Visto che si considerano gli inventori del calcio, i notisti inglesi (in questo caso lui) pensano anche di poter dire cosa non va nel Mondiale e come cambiarlo. In questo caso, i rigori al termine della partita. Nonostante sia proprio dagli undici metri che l’Inghilterra è riuscita a battere la Colombia, il problema rimane: possibile che una soluzione così rozza, si chiede il columnist del Guardian, possa ancora decidere il risultato di partite importanti?
È possibile. I calci di rigore (in inglese shoot-out) rappresentano al tempo stesso un rimedio efficace (ne scaturisce ogni volta un vincitore) e spettacolare (il pubblico è elettrizzato e attentissimo). Hanno il difetto di essere imprevedibili (le squadre più deboli possono spuntarla) e, soprattutto, affidate alle abilità dei singoli, mentre il calcio sarebbe un gioco di squadra. È giusto – si chiedono alcuni – che la capacità di concentrazione e i nervi saldi di un singolo giocatore possano decidere le sorti di una partita giocata da una squadra? Come si vede, sono questioni di lana caprina, ma il dibattito è ancora vivo.

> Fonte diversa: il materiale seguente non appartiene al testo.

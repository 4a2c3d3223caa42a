"""Derived: the link squared of every two-loop cluster {p-cycle of species i, q-cycle of species j}, at any
masses, as a finite sum of logarithms of quadratic surds (docs/perturbative.md, section 4k).

The cluster's second order in the mutual parameter d, offset integrated, is that of the weight
exp(i d Theta - g sum_a int delta^2(R_a)) over the p q link segments R_a (the winding Theta of the link
curves and the contact of strength g = 2 pi D_rel |d| that gives the exact first order). With the
Fourier form of the winding and the Gaussian laws of the two loops, every term reduces to the integrals

    int_0^1 (1 - u) ln Q(u) du    and    int_0^1 (1 - u) / Q(u) du ,

Q(u) = D_X s_p(u + dj) + D_Y s_q(u + di) quadratic in u (s_p(x) = x (p - x) / p), one per pair of
strand lags (dj, di); both are elementary (the roots of Q are real, outside (0, 1)). The local
divergences of the segment with itself depend only on D_rel = D_X + D_Y and are fixed once by the exact
two-body result of one closed pair, b_{1,1} = -|d| + d^2 (Aharonov-Bohm).

`ratio(p, q, m_i, m_j)` is r = (second order) / (first order), per link segment; the d^2 coefficient
of b is -(m_i + m_j) r / (2 m_ref p q) (`coefficient`). Exact in the masses; evaluated with mpmath at
DIGITS significant digits (the surds and logarithms are the only floating-point steps).
"""
from __future__ import annotations

from fractions import Fraction
from functools import lru_cache

import mpmath

DIGITS = 40


def _mp(x: Fraction) -> mpmath.mpf:
    return mpmath.mpf(x.numerator) / x.denominator


def _sigma(x: Fraction, period: int) -> Fraction:
    return x * (period - x) / period


def _log_moment(rho) -> mpmath.mpf:
    """int_0^1 (1 - u) ln|u - rho| du for a real rho outside (0, 1)."""
    def antiderivative(v):
        if v == 0:
            return mpmath.mpf(0)
        lv = mpmath.log(abs(v))
        return (1 - rho) * (v * lv - v) - (v * v * lv / 2 - v * v / 4)
    return antiderivative(1 - rho) - antiderivative(-rho)


def _pole_moment(rho) -> mpmath.mpf:
    """int_0^1 (1 - u) / (u - rho) du for a real rho outside [0, 1) (rho = 1 allowed)."""
    if rho == 1:
        return mpmath.mpf(-1)
    return (1 - rho) * mpmath.log(abs((1 - rho) / rho)) - 1


def _roots(a: Fraction, b: Fraction, c: Fraction):
    """The two real roots rho_1 <= 0 < 1 <= rho_2 of a + b u + c u^2 (c < 0, positive on (0, 1))."""
    disc = mpmath.sqrt(_mp(b * b - 4 * a * c))
    half = -(_mp(b) + (disc if b >= 0 else -disc)) / 2      # no cancellation (the small root at a heavy loop)
    first, second = half / _mp(c), _mp(a) / half
    return min(first, second), max(first, second)


def _per_segment(p: int, q: int, dx: Fraction, dy: Fraction) -> mpmath.mpf:
    """The second-order coefficient per link segment, before the local constant: (pi/2) A + (2 pi
    D_rel)^2 K / 2 in the notation of docs/perturbative.md 4k."""
    drel = dx + dy
    c = -(dx / p + dy / q)
    logs, poles = mpmath.mpf(0), mpmath.mpf(0)
    for dj in range(p):
        for di in range(q):
            # Q(u) = a + b u + c u^2 on [0, 1]: s_p(u + dj) = (u + dj)(p - dj - u)/p
            a = dx * _sigma(Fraction(dj), p) + dy * _sigma(Fraction(di), q)
            b = dx * Fraction(p - 2 * dj, p) + dy * Fraction(q - 2 * di, q)
            if a == 0:                              # the segment with itself: Q = u (b + c u), rho_1 = 0
                rho2 = -b / c
                logs += mpmath.log(_mp(-c)) / 2 + _log_moment(0) + _log_moment(_mp(rho2))
                poles += _pole_moment(_mp(rho2)) / _mp(c * rho2)     # less 1/(D_rel u)
                continue
            rho1, rho2 = _roots(a, b, c)
            logs += mpmath.log(_mp(-c)) / 2 + _log_moment(rho1) + _log_moment(rho2)
            poles += (_pole_moment(rho2) - _pole_moment(rho1)) / (_mp(c) * (rho2 - rho1))
    area = -_mp(2 * dx / p + 2 * dy / q) * 2 * logs + 2 * _mp(drel) * mpmath.log(_mp(drel))
    area += sum(2 * _mp(dx) * mpmath.log(_mp(dy * _sigma(Fraction(di), q))) for di in range(1, q))
    area += sum(2 * _mp(dy) * mpmath.log(_mp(dx * _sigma(Fraction(dj), p))) for dj in range(1, p))
    contact = 2 * poles / (4 * mpmath.pi)
    return mpmath.pi * area / 2 + (2 * mpmath.pi * _mp(drel)) ** 2 * contact / 2


def _mass(value, name: str) -> Fraction:
    if isinstance(value, (bool, float)):
        raise ValueError(f"{name} must be an exact positive mass (int, Fraction or Rational), got {value!r}")
    try:
        out = Fraction(str(value))
    except (TypeError, ValueError):
        raise ValueError(f"{name} must be an exact positive mass, got {value!r}") from None
    if out <= 0:
        raise ValueError(f"{name} must be an exact positive mass, got {value!r}")
    return out


def ratio(p: int, q: int, m_i=1, m_j=1, digits: int = DIGITS) -> mpmath.mpf:
    """r(p, q; m_i, m_j): the cluster's d^2 coefficient over its first order, per link segment (the
    p-cycle of mass m_i per particle, the q-cycle of mass m_j), at `digits` working digits. -3/2 for
    {2, 1} at equal masses."""
    for value, name in ((p, "p"), (q, "q")):
        if isinstance(value, bool) or not isinstance(value, int) or value < 1:
            raise ValueError(f"{name} must be a positive integer cycle length, got {value!r}")
    m_i, m_j = _mass(m_i, "m_i"), _mass(m_j, "m_j")
    return _ratio(p, q, m_j / (m_i + m_j), digits)


@lru_cache(maxsize=None)
def _ratio(p: int, q: int, dx: Fraction, digits: int) -> mpmath.mpf:
    """r at D_X = dx, D_Y = 1 - dx (r is homogeneous of degree zero in the diffusions)."""
    dy = 1 - dx
    with mpmath.workdps(digits):
        local = 2 * mpmath.pi - _per_segment(1, 1, dx, dy)          # fixed by r(1, 1) = -1
        return +((_per_segment(p, q, dx, dy) + local) / (-2 * mpmath.pi))


def coefficient(p: int, q: int, m_i=1, m_j=1) -> tuple[float, float]:
    """(value, bound) of the d_ij^2 coefficient that the link of {p-cycle of i, q-cycle of j} adds to b
    (m_ref = 1), about bosons for both species; the chains of three loops are not included (m_i/2 + m_j/4
    for {2, 1}). The bound is ten times the change from DIGITS to DIGITS + 20 working digits (the
    logarithms' rounding; it grows with the mass ratio), never below 1e-15 of the value (the float)."""
    with mpmath.workdps(DIGITS + 20):
        scale = -_mp(_mass(m_i, "m_i") + _mass(m_j, "m_j")) / (2 * p * q)
        fine = scale * ratio(p, q, m_i, m_j, DIGITS + 20)
        rough = scale * ratio(p, q, m_i, m_j, DIGITS)
        return float(fine), float(max(10 * abs(fine - rough), 1e-15 * abs(fine)))


def exact_ratio(p: int, q: int, m_i=1, m_j=1):
    """r(p, q; m_i, m_j) as an exact sympy expression: a rational number plus rational multiples of
    logarithms of quadratic surds (the same formulas as `_per_segment`, with sympy's exact roots; docs
    4k). E.g. r(3, 1) = -2 + (sqrt(3)/12) ln(2 + sqrt(3)) at equal masses. Simplification takes about a
    second for |n| <= 6 and grows with p q."""
    import sympy
    ratio(p, q, m_i, m_j, 15)                       # the same checks of the arguments
    m_i, m_j = _mass(m_i, "m_i"), _mass(m_j, "m_j")
    dx = sympy.Rational(m_j.numerator * m_i.denominator, m_j.denominator * m_i.numerator + m_j.numerator * m_i.denominator)
    local = 2 * sympy.pi - _exact_per_segment(1, 1, dx, 1 - dx)
    value = (_exact_per_segment(p, q, dx, 1 - dx) + local) / (-2 * sympy.pi)
    return sympy.simplify(sympy.expand_log(sympy.expand(value), force=True))


def _exact_per_segment(p: int, q: int, dx, dy):
    """`_per_segment` in exact arithmetic (sympy): rational lags, surd roots, exact logarithms."""
    import sympy

    def sigma(x: int, period: int):
        return sympy.Rational(x * (period - x), period)

    def log_moment(rho):
        def antiderivative(v):
            if v == 0:
                return 0
            lv = sympy.log(sympy.Abs(v))
            return (1 - rho) * (v * lv - v) - (v * v * lv / 2 - v * v / 4)
        return antiderivative(1 - rho) - antiderivative(-rho)

    def pole_moment(rho):
        return -1 if rho == 1 else (1 - rho) * sympy.log(sympy.Abs((1 - rho) / rho)) - 1
    drel, c = dx + dy, -(dx / p + dy / q)
    logs, poles = 0, 0
    for dj in range(p):
        for di in range(q):
            a = dx * sigma(dj, p) + dy * sigma(di, q)
            b = dx * sympy.Rational(p - 2 * dj, p) + dy * sympy.Rational(q - 2 * di, q)
            if a == 0:
                rho2 = -b / c
                logs += sympy.log(-c) / 2 + log_moment(sympy.Integer(0)) + log_moment(rho2)
                poles += pole_moment(rho2) / (c * rho2)
                continue
            disc = sympy.sqrt(b * b - 4 * a * c)
            rho1, rho2 = (-b + disc) / (2 * c), (-b - disc) / (2 * c)
            logs += sympy.log(-c) / 2 + log_moment(rho1) + log_moment(rho2)
            poles += (pole_moment(rho2) - pole_moment(rho1)) / (c * (rho2 - rho1))
    area = -(2 * dx / p + 2 * dy / q) * 2 * logs + 2 * drel * sympy.log(drel)
    area += sum(2 * dx * sympy.log(dy * sigma(di, q)) for di in range(1, q))
    area += sum(2 * dy * sympy.log(dx * sigma(dj, p)) for dj in range(1, p))
    return sympy.pi * area / 2 + (2 * sympy.pi * drel) ** 2 * (2 * poles / (4 * sympy.pi)) / 2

Del resto il ricorso ai calci di rigore è piuttosto recente. L’idea appartiene a Yosef Dagan, giornalista israeliano che, dopo aver visto nel 1968 la sua squadra perdere a testa o croce contro la Bulgaria ha immaginato un metodo meno aleatorio per decretare un vincitore. Nel giro di due anni la sua proposta ha superato lo scetticismo iniziale fino a imporsi nei Mondiali di Calcio e essere applicato la prima volta nel 1982. Sono passati 36 anni. Che dite: è tempo di cambiare?
Secondo il giornalista del Guardian si dovrebbe. Una possibilità sarebbe di levare qualche giocatore durante i tempi supplementari, magari proprio i portieri. Oppure – come avveniva nella notte dei tempi – allargare le porte. In entrambi i casi si avranno più gol e risultati meno bloccati.
Idee piuttosto balzane, si potrebbe pensare. Forme di innovazione sono state tentate già in passato, come il golden gol o il silver gol, ma entrambe sono state ritirate. I rigori no, e dei motivi ci saranno. Per esempio, consentono alle squadre meno forti di sognare la vittoria – non del tutto immeritata, poi, se nei minuti regolamentari sono riusciti a guadagnarsi il pareggio. E in più regalano al mondo intero (cioè tiratore, portiere e tifoso) l’emozione e lo sgomento di vedere all’opera quelle forze sovraumane che gli antichi chiamavano sorte o destino. O, se ci credono, anche dio.